I can't read about loan setups like this without remembering Dave Barry's paraphrase of the sales line on them from when he was shopping for his first house in Miami. Something like: "Sure, that's more than you can afford now; but that's not a problem when you consider that ten years from now, at your current rate of advancement in your career, you'll be dead."
I can't help but wonder if that wasn't the basic scenario that many of the borrowers in these cases were considering ...
The only way to make it fair is to change the law to correct the imbalance. In the 2/28, after the initial 2 years of fixed rates, the lender should be free to charge whatever he wants, but the borrower should be free to pay only what he wants.
Thus if the borrower thinks the lender is gouging him by jacking the monthly from $1400 to $1800, then he can punish the lender by paying only, say, $40.
If the lender is seen as predatory, then he risks getting paid only what he collected the first two years and, at worst, may be forced to forgive the entire balance of the loan.
Clearly, it is absurd to consider mortage a contract when the one party is free to decide the terms of the contact after it's signed.
I believe that this idea isn't particularly well targeted at the sub-prime mortgage problem.
The assumption here is that sub-prime loans were profitable because borrowers would be locked into unfavorable terms, and I do not believe that assumption is correct.

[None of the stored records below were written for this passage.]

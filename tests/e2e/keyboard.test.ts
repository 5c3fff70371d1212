import { afterAll, beforeAll, describe, expect, it } from 'vitest';
import { launchBrowser, type TestBrowser } from '../support/browser.ts';
import { newDesign, nodes, saved, signInAs, storedDesign } from './desk.ts';

let browser: TestBrowser;
beforeAll(async () => {
  browser = await launchBrowser();
});
afterAll(() => browser.close());

describe('with the keyboard alone', () => {
  it('places two sites and connects them with cables, landings and a tunnel', async () => {
    const page = await browser.newPage();
    await signInAs(page, 'architect');
    await newDesign(page, 'By keyboard');
    // From here on no mouse.
    const tray = page.getByRole('complementary', { name: 'Parts' });
    const press = async (name: string): Promise<void> => {
      await tray.getByRole('button', { name, exact: true }).focus();
      await page.keyboard.press('Enter');
    };
    const count = async (collection: string): Promise<number> =>
      Object.keys((await storedDesign(page))[collection]!).length;

    await press('Transport');
    for (const i of [1, 2]) {
      await press('Site');
      await press('Firewall');
      await press('Switch');
      await press('Endpoint');
      await expect.poll(() => count('endpoints')).toBe(i);
      await page.keyboard.press('Escape');
    }
    expect(await count('sites')).toBe(2);
    expect(await count('devices')).toBe(4);

    const dialogFor = async (part: string) => {
      await press(part);
      return page.getByRole('dialog');
    };
    const choose = async (label: string, option: RegExp): Promise<void> => {
      const select = page.getByRole('dialog').getByLabel(label, { exact: true });
      const value = await select
        .locator('option')
        .evaluateAll(
          (all, [source]) =>
            all.map((o) => o as HTMLOptionElement).find((o) => new RegExp(source!).test(o.textContent!))
              ?.value,
          [option.source],
        );
      await select.focus();
      await select.selectOption(value!);
    };
    for (const i of [1, 2]) {
      await dialogFor('Cable');
      await choose('From', new RegExp(`^sw-${i}, port 1$`));
      await choose('To', new RegExp(`^fw-${i}, port lan2$`));
      await page.getByRole('dialog').getByRole('button', { name: 'Pull the cable' }).focus();
      await page.keyboard.press('Enter');
      await expect.poll(() => count('links')).toBe(2 * i - 1);
      // A landing starts from the port itself, in the inspector.
      const firewall = nodes(page, 'device')
        .filter({ has: page.locator('[data-handleid="port:wan1"]') })
        .nth(i - 1);
      await firewall.focus();
      await page.keyboard.press('Enter');
      await page
        .getByRole('complementary', { name: 'Inspector' })
        .getByRole('button', { name: /^Land/ })
        .first()
        .focus();
      await page.keyboard.press('Enter');
      await choose('Transport', /^Transport 1$/);
      await page.getByRole('dialog').getByRole('button', { name: 'Land it' }).focus();
      await page.keyboard.press('Enter');
      await expect.poll(() => count('links')).toBe(2 * i);
    }
    await dialogFor('Tunnel');
    await choose('From', /fw-1/);
    await choose('To', /fw-2/);
    await page.getByRole('dialog').getByRole('button', { name: 'Pull the tunnel' }).focus();
    await page.keyboard.press('Enter');
    await expect.poll(() => count('tunnels')).toBe(1);
    await expect.poll(() => count('associations')).toBe(1);

    // Arrow keys move what has the focus, as one step however long they are held.
    const before = (await storedDesign(page)).layout as unknown as { devices: Record<string, { x: number }> };
    const node = nodes(page, 'device').first();
    const id = (await node.getAttribute('data-id'))!.split('/')[1]!;
    await node.focus();
    await page.keyboard.press('Enter');
    for (let i = 0; i < 4; i += 1) await page.keyboard.press('ArrowRight');
    await expect
      .poll(
        async () =>
          ((await storedDesign(page)).layout as unknown as { devices: Record<string, { x: number }> })
            .devices[id]!.x,
      )
      .toBeGreaterThan(before.devices[id]!.x + 10);
    await page.keyboard.press('Control+z');
    await expect
      .poll(
        async () =>
          ((await storedDesign(page)).layout as unknown as { devices: Record<string, { x: number }> })
            .devices[id]!.x,
      )
      .toBe(before.devices[id]!.x);

    // Find by name and jump, remove and undo.
    await page.keyboard.press('Escape');
    await page.keyboard.press('/');
    await page.keyboard.type('sw-2');
    await page.keyboard.press('Enter');
    await expect
      .poll(() =>
        page.getByRole('complementary', { name: 'Inspector' }).getByText('Switch', { exact: true }).count(),
      )
      .toBeGreaterThan(0);
    await page.keyboard.press('Delete');
    await expect.poll(() => count('devices')).toBe(3);
    await page.keyboard.press('Control+z');
    await expect.poll(() => count('devices')).toBe(4);
    expect(await count('links')).toBe(4);
    await saved(page);
    await page.context().close();
  });
});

I believe that sub-prime loans (or at least the extreme ones) are not profitable to the holder of the loan. They were profitable to the issuer of the loan because that entity would make the loan, collect fees, then sell the loan to another entity before it would be defaulted upon. As it turns out the ultimate someone else was actually a sucker who did not understand what they were buying, vastly overpaid for it, and is now learning of their error.
So a change intended to make loans currently unprofitable for the holder a bit more unprofitable for the holder isn't quite on target.
It may be a good idea to make mortgages more freely payable in general, but to me it does not seem to be a very likely solution to our current problem, or a good way to prevent future similar problems. I don't think one more round of refinancing would have fixed anything. The system seems to have been operating on refinancing fueled by increasing prices for several years already.
More on target would be better debt ratings, requirements that issuers of loans hold those loans, or something else that could inhibit the selling of bad debt to suckers.
As it turns out the ultimate someone else was actually a sucker who did not understand what they were buying, vastly overpaid for it, and is now learning of their error.
I travel a lot and in my downtime I visit tract housing to see what kind of value middle America gets.
In some areas I am shocked at how much value is available for $150-200K. Shocked in the sense that it's too much. This is in some metropolitan areas where the property is tiny, but the homes on the mini-plot can be anywhere from 1700-2400sq ft. Most of these tract developments sprung up in the last 6-8 years.
One thing I noted was that many of the people in these tracts really couldn't afford to live there without the teaser rates and it would obviously get bad for everyone once the foreclosures started or once the ARM started raising up. They lived on the edge of their income and depended on the prospect of upward mobility to allow them to live in that style beyond the teaser rates.
When I ask the tract sales staff on the wisdom of a neighborhood full of people living at the limits of their income, they feel it's an elitist question -- who am I to restrict people's ability to get access to the American Dream. And these homes, at least inside, are pretty top of the line in features, appliances and architectural amenities.
For years the view was that working class and low income families didn't get affordable housing or credit. They still didn't, but it was easy enough to appeal to them and make them think that something finally changed for them. It is an error that they made, but a sad one.